(Data extract)

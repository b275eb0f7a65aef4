"""QuantLib's value of one European option on a flat market, for the command tests' checks."""

from __future__ import annotations

from typing import Any

import pytest

VALUATION_DAY = (1, 12, 2026)
"""Day of the command tests' valuation time, 2026-12-01 (20:00 UTC)."""


def european(call: bool, spot: float, strike: float, rate: float, vol: float, days: int) -> float:
    """QuantLib 1.44 AnalyticEuropeanEngine: flat rate and vol, no dividend, Actual365Fixed,
    ``days`` whole days after ``VALUATION_DAY``; skips the test when QuantLib is missing."""
    ql = pytest.importorskip("QuantLib")
    today = ql.Date(*VALUATION_DAY)
    ql.Settings.instance().evaluationDate = today
    dc = ql.Actual365Fixed()

    def flat(r: float) -> Any:
        return ql.YieldTermStructureHandle(ql.FlatForward(today, r, dc))

    process = ql.BlackScholesMertonProcess(
        ql.QuoteHandle(ql.SimpleQuote(spot)),
        flat(0.0),
        flat(rate),
        ql.BlackVolTermStructureHandle(ql.BlackConstantVol(today, ql.NullCalendar(), vol, dc)),
    )
    option = ql.VanillaOption(
        ql.PlainVanillaPayoff(ql.Option.Call if call else ql.Option.Put, strike),
        ql.EuropeanExercise(today + days),
    )
    option.setPricingEngine(ql.AnalyticEuropeanEngine(process))
    return float(option.NPV())
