LATTICE_STEP = 0.1
"""Spacing of the vol lattice in ln σ."""
LATTICE_POINTS = 6
"""Lattice vols each cell's premium is interpolated from (Lagrange in ln σ)."""
CHEB_DEGREE = 32
"""Degree N of the Chebyshev series in ζ (N + 1 points, one of them z = ∞)."""
Z_SCALE = 4.0
"""z at ζ = 0: half of the Chebyshev points lie within this many standard deviations of the
boundary."""
VOL_TABLE_MIN = 0.03
"""Rows with a cell vol below this are valued cell by cell (the lattice would reach below
``american.VOL_MIN``)."""
Z_CAP = 12.0
"""Table points farther than this many standard deviations above the boundary hold 0 and cost
no quadrature: the drift moves a row at most about 5.5 standard deviations towards the
boundary (|r − q| <= 8%, three years, the lattice's lowest vol 2.5%), so the premium there
is below Φ(−6) of r K τ (a cap of 40 gave the same cells to 4e-15 on such rows)."""
TAIL_NEGLIGIBLE = 1e-10
"""Premiums (per unit strike, or of a greek per unit) below this at every table point from some
z on are taken as 0 beyond the last point above it: there the interpolant's own error would be
larger than the premium."""
NEAR_Z = 0.5
"""Greek cells within this many standard deviations of the interpolated boundary (either side)
are valued by the engine's quadrature: there the tables' gamma follows the boundary limit,
which the engine's own gamma reaches only within a layer of width z² in time."""
SHORT_SD = 0.03
"""Greek cells whose σ√τ is below this, up to ``SHORT_Z`` above the boundary, are valued by
the engine's quadrature: the gamma premium peaks at about 1/(σ√τ) near the boundary, and the
tables' error of about 1e-6 of that peak exceeds 1e-6 per unit of underlying farther out."""
SHORT_Z = 9.0
"""Standard deviations above the boundary past which the premium of a row with a small σ√τ is
below 1e-12 of its strike, and its table cells are kept."""
ROWS_PER_TASK = 256
"""Rows per unit of work of the cell kernel on the thread pool."""
TABLES_PER_TASK = 32
"""(Group, lattice vol, premium) tables per unit of work of the table kernel on the thread pool
(about 0.3 ms of work each)."""
BLOCK_ROWS = 8192
"""Rows whose cells are held at once (with greeks and 31 spot points, 10 MB)."""
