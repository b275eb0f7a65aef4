"""American options by the exercise-boundary integral equation, boundaries shared by the rows of
one (time to expiry, rate, carry) and reused across calls through a ``BoundaryCache``.

The method (``_alo``): Kim (1990)'s integral equation for the early-exercise boundary of a put,
solved by Chebyshev collocation in √u with Newton's method, as Andersen, Lake & Offengenden
(2016) set it out; a row's value is the European value plus one quadrature over the boundary.
Calls are puts by the put–call symmetry C(S, K, r, b) = P(K, S, r − b, −b) (McDonald & Schroder
1998), so every row is valued as a put in its "put form" (rate r_p, dividend yield q_p).

Rows by put form:

- r_p > 0, or r_p = 0 with q_p < 0: one exercise boundary, solved (``EXERCISE_BOUNDARY``);
- r_p <= 0 with q_p >= r_p: never exercised early (for calls: b >= r with r >= 0, or
  b >= r with r < 0 and r_p <= 0); the European value exactly (``NEVER_EARLY``);
- q_p < r_p < 0 (a put with q < r < 0, a call with r < q < 0; negative rates on both sides
  of an FX pair): two exercise boundaries, which this engine does not solve; valued as
  max(European, intrinsic), a lower bound, and reported per row (``DOUBLE_BOUNDARY``).

The boundary divided by the strike depends only on (τ, r_p, q_p, σ), so rows are grouped by
exact (τ, r_p, q_p); each group's boundary is solved at a few vol nodes (Chebyshev–Lobatto in
ln σ spanning the group's vols with a margin) and interpolated to each row's vol by Hermite
interpolation in ln σ (values and the exact σ-derivatives of the nodes), which also gives the
σ-derivatives that vega, vanna and volga need. A spot move changes no boundary; a shorter time
to expiry uses the same boundary on [0, τ].
"""

from __future__ import annotations

import threading
from collections import OrderedDict
from collections.abc import Sequence
from dataclasses import dataclass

(End Data extract)

From the entries above, write out only the lines starting at the line that holds "ql.Settings.instance().evaluationDate = today" and ending at the line that holds "Z_CAP = 12.0", keeping both and matching them exactly.

Expected answer
    ql.Settings.instance().evaluationDate = today
    dc = ql.Actual365Fixed()

    def flat(r: float) -> Any:
        return ql.YieldTermStructureHandle(ql.FlatForward(today, r, dc))

    process = ql.BlackScholesMertonProcess(
        ql.QuoteHandle(ql.SimpleQuote(spot)),
        flat(0.0),
        flat(rate),
        ql.BlackVolTermStructureHandle(ql.BlackConstantVol(today, ql.NullCalendar(), vol, dc)),
    )
    option = ql.VanillaOption(
        ql.PlainVanillaPayoff(ql.Option.Call if call else ql.Option.Put, strike),
        ql.EuropeanExercise(today + days),
    )
    option.setPricingEngine(ql.AnalyticEuropeanEngine(process))
    return float(option.NPV())
LATTICE_STEP = 0.1
"""Spacing of the vol lattice in ln σ."""
LATTICE_POINTS = 6
"""Lattice vols each cell's premium is interpolated from (Lagrange in ln σ)."""
CHEB_DEGREE = 32
"""Degree N of the Chebyshev series in ζ (N + 1 points, one of them z = ∞)."""
Z_SCALE = 4.0
"""z at ζ = 0: half of the Chebyshev points lie within this many standard deviations of the
boundary."""
VOL_TABLE_MIN = 0.03
"""Rows with a cell vol below this are valued cell by cell (the lattice would reach below
``american.VOL_MIN``)."""
Z_CAP = 12.0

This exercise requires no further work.